Work instructions: Return the run of lines below that opens with the line containing "where a flow" and closes with the line containing "turbine expansion with", keeping each one exact.

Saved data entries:
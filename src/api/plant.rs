//! Component and cycle methods: `turbine.expand`, `turbine.train`, `pump.raise`,
//! `valve.throttle`, `desuperheater.spray`, `flash.separate`, `header.mix`,
//! `exchanger.balance`, `boiler.fire`, `deaerator.balance`, `cycle.rankine`.
//!
//! Streams are objects with two state keys (any pair `water.state` accepts) and, where a flow
//! matters, `flow` (kg/s in `si` and `engineering`, lb/h in `us`; strings such as "90 t/h").
//! Every result carries its mass and energy balance, warnings and the standing caution.
//!
//! Invariant: thin wrappers; the calculations are `crate::plant`.

use super::vocab::{
    state_key_values, state_result_at, warnings_out, Ctx, Input, StateResult, Units, WarningOut,
};
use super::MethodSpec;
use crate::error::{Error, Result};
use crate::plant::components as c;
use crate::plant::cycle as cy;
use crate::plant::{Balance, CAUTION};
use crate::units::Dim;
use crate::water::pairs::given_from;
use crate::water::state::{Options, State};
use crate::water::{self as physics, Field, Formulation, SaturationAt};
use schemars::JsonSchema;
use serde::{Deserialize, Serialize};
use std::collections::BTreeMap;

/// The methods of this module, for the registry.
pub fn methods() -> Vec<MethodSpec> {
    vec![
        MethodSpec::new::<TurbineParams, TurbineResult>(
            "turbine.expand",
            "Steam turbine expansion with an isentropic efficiency or from a measured outlet",
            concat!("Give the inlet stream, the outlet pressure and either the isentropic efficiency or the measured outlet (temperature, or quality for a wet exhaust). Returns inlet, actual and isentropic outlet states, specific work, power (with a flow), the efficiency and the exhaust moisture. A measured exhaust temperature at or below saturation is refused (it cannot fix a wet exhaust), as is a measured outlet implying negative work or an efficiency above 1. Plant options: a throttle-valve pressure drop at the inlet (throttle_dp; the efficiency then applies from the valve outlet), the Baumann moisture loss (moisture_loss, baumann_factor), the exhaust leaving loss from the annulus area (exhaust_area: the expansion-line and used-energy end points), and mechanical and generator losses (efficiencies or fixed powers) giving shaft and gross electrical power. Warns above about 12 % exhaust moisture (common practice), near the critical point and above about 300 m/s exhaust annulus velocity.", " Caution: results support engineering work; they are not a substitute for the governing codes, the equipment maker's data or a licensed engineer's review."),
            turbine_expand,
        )
        .quick(),
        MethodSpec::new::<TrainParams, TrainResult>(
            "turbine.train",
            "Several turbine stages in series, each with an outlet pressure, efficiency and optional extraction",
            concat!("Returns every stage's states and power, the expansion-line points, the sections and the total power. efficiency_basis names what a stage efficiency means: \"stage\" (default: from the stage's own inlet) or \"section\" (from the inlet of its section, e.g. HP, IP, LP, as cycle.rankine does by default); every stage reports both. Plant options as turbine.expand: throttle valve before the first stage, Baumann moisture loss per stage, leaving loss of the last stage, mechanical and generator losses of the train.", " Caution: results support engineering work; they are not a substitute for the governing codes, the equipment maker's data or a licensed engineer's review."),
            turbine_train,
        ),
        MethodSpec::new::<PumpParams, PumpResult>(
            "pump.raise",
            "Pump: outlet state, work, power, head and NPSH available",
            concat!("efficiency_kind \"isentropic\" (default: w = (h(p2,s1) - h1)/eta) or \"hydraulic\" (w = v1 (p2 - p1)/eta). NPSH available is (p1 - psat(T1))/(rho1 g) at the inlet (suction) state plus `suction_head` (the liquid level above the pump inlet less the suction-line losses, when the inlet is the suction vessel's state).", " Caution: results support engineering work; they are not a substitute for the governing codes, the equipment maker's data or a licensed engineer's review."),
            pump_raise,
        )
        .quick(),
        MethodSpec::new::<ValveParams, ValveResult>(
            "valve.throttle",
            "Isenthalpic let-down to a lower pressure: outlet state and superheat",
            concat!("A let-down (pressure-reducing) valve or any adiabatic throttling.", " Caution: results support engineering work; they are not a substitute for the governing codes, the equipment maker's data or a licensed engineer's review."),
            valve_throttle,
        )
        .quick(),
        MethodSpec::new::<SprayParams, SprayResult>(
            "desuperheater.spray",
            "Spray water needed to bring steam to a target temperature or superheat",
            concat!("Give the steam stream (with flow for a spray flow in kg/s), the spray water state, and target_T or target_superheat; outlet_p defaults to the steam pressure. Refuses targets at or below saturation.", " Caution: results support engineering work; they are not a substitute for the governing codes, the equipment maker's data or a licensed engineer's review."),
            desuperheater_spray,
        )
        .quick(),
        MethodSpec::new::<FlashParams, FlashResult>(
            "flash.separate",
            "Hot condensate let down into a flash vessel: flash-steam fraction and the flows of each phase",
            concat!("The vessel separates saturated vapour and saturated liquid at its pressure.", " Caution: results support engineering work; they are not a substitute for the governing codes, the equipment maker's data or a licensed engineer's review."),
            flash_separate,
        )
        .quick(),
        MethodSpec::new::<HeaderParams, HeaderResult>(
            "header.mix",
            "Adiabatic mixing of any number of streams into a header at one pressure",
            concat!("Every inlet needs a flow.", " Caution: results support engineering work; they are not a substitute for the governing codes, the equipment maker's data or a licensed engineer's review."),
            header_mix,
        )
        .quick(),
        MethodSpec::new::<ExchangerParams, ExchangerResult>(
            "exchanger.balance",
            "Two-stream counterflow heat exchanger or feedwater heater: solve the one unknown of outlets and flows",
            concat!("Give both inlets and three of: hot outlet, cold outlet, hot flow, cold flow. An outlet may give only T (or h, or x); its pressure then defaults to its inlet's. Returns duty, end differences, the pinch (checked at the ends, at every bubble and dew point of both streams and between them) and where it is, the zones between the phase-change points (desuperheating, condensing, drain cooling, ...) with each zone's duty, LMTD and UA, the overall UA and the effective mean temperature difference, the end-to-end LMTD where no stream changes phase inside, and, where the hot stream condenses, the terminal temperature difference and drain-cooler approach; refuses a temperature cross, naming where it happens.", " Caution: results support engineering work; they are not a substitute for the governing codes, the equipment maker's data or a licensed engineer's review."),
            exchanger_balance,
        )
        .quick(),
        MethodSpec::new::<BoilerParams, BoilerResult>(
            "boiler.fire",
            "Boiler: heat to steam, fuel heat input, blowdown flow and energy",
            concat!("blowdown_fraction is of the feedwater flow; blowdown leaves as saturated liquid at the steam pressure; efficiency is heat to water and steam over fuel heat input.", " Caution: results support engineering work; they are not a substitute for the governing codes, the equipment maker's data or a licensed engineer's review."),
            boiler_fire,
        )
        .quick(),
        MethodSpec::new::<DeaeratorParams, DeaeratorResult>(
            "deaerator.balance",
            "Deaerator: heating steam flow to bring water streams to saturated liquid at the deaerator pressure",
            concat!("Every water stream needs a flow; vent_fraction (default 0) of the heating steam leaves through the vent as saturated vapour.", " Caution: results support engineering work; they are not a substitute for the governing codes, the equipment maker's data or a licensed engineer's review."),
            deaerator_balance,
        )
        .quick(),
        MethodSpec::new::<RankineParams, RankineResult>(
            "cycle.rankine",
            "Rankine cycle with optional reheat and open and closed feedwater heaters",
            concat!("Returns the numbered state table, extraction fractions, net specific work, heat input, thermal efficiency, heat rate (kJ/kWh and Btu/kWh), steam rate, back-work ratio, the turbine sections, gross and net heat rates, and the net power for a flow or the flow for a net power. By default (efficiency_basis \"section\") each section's efficiency applies from the section's inlet to every extraction and its exhaust; \"stage\" applies it to each stage between extractions from its own inlet. Closed heaters drain as saturated liquid (or at the entering feedwater temperature plus a DCA) cascaded to the next lower heater, or pumped forward into the feedwater. Plant options: HP, IP and LP section efficiencies (crossover_p), Baumann moisture loss, LP leaving loss from the exhaust area, throttle-valve, boiler, reheater and extraction-line pressure drops, mechanical and generator losses and station load (gross and net output), and a condenser fixed by its cooling water. A boiler outlet that is not steam is refused.", " Caution: results support engineering work; they are not a substitute for the governing codes, the equipment maker's data or a licensed engineer's review."),
            cycle_rankine,
        ),
    ]
}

Answer to this problem:
//! Streams are objects with two state keys (any pair `water.state` accepts) and, where a flow
//! matters, `flow` (kg/s in `si` and `engineering`, lb/h in `us`; strings such as "90 t/h").
//! Every result carries its mass and energy balance, warnings and the standing caution.
//!
//! Invariant: thin wrappers; the calculations are `crate::plant`.

use super::vocab::{
    state_key_values, state_result_at, warnings_out, Ctx, Input, StateResult, Units, WarningOut,
};
use super::MethodSpec;
use crate::error::{Error, Result};
use crate::plant::components as c;
use crate::plant::cycle as cy;
use crate::plant::{Balance, CAUTION};
use crate::units::Dim;
use crate::water::pairs::given_from;
use crate::water::state::{Options, State};
use crate::water::{self as physics, Field, Formulation, SaturationAt};
use schemars::JsonSchema;
use serde::{Deserialize, Serialize};
use std::collections::BTreeMap;

/// The methods of this module, for the registry.
pub fn methods() -> Vec<MethodSpec> {
    vec![
        MethodSpec::new::<TurbineParams, TurbineResult>(
            "turbine.expand",
            "Steam turbine expansion with an isentropic efficiency or from a measured outlet",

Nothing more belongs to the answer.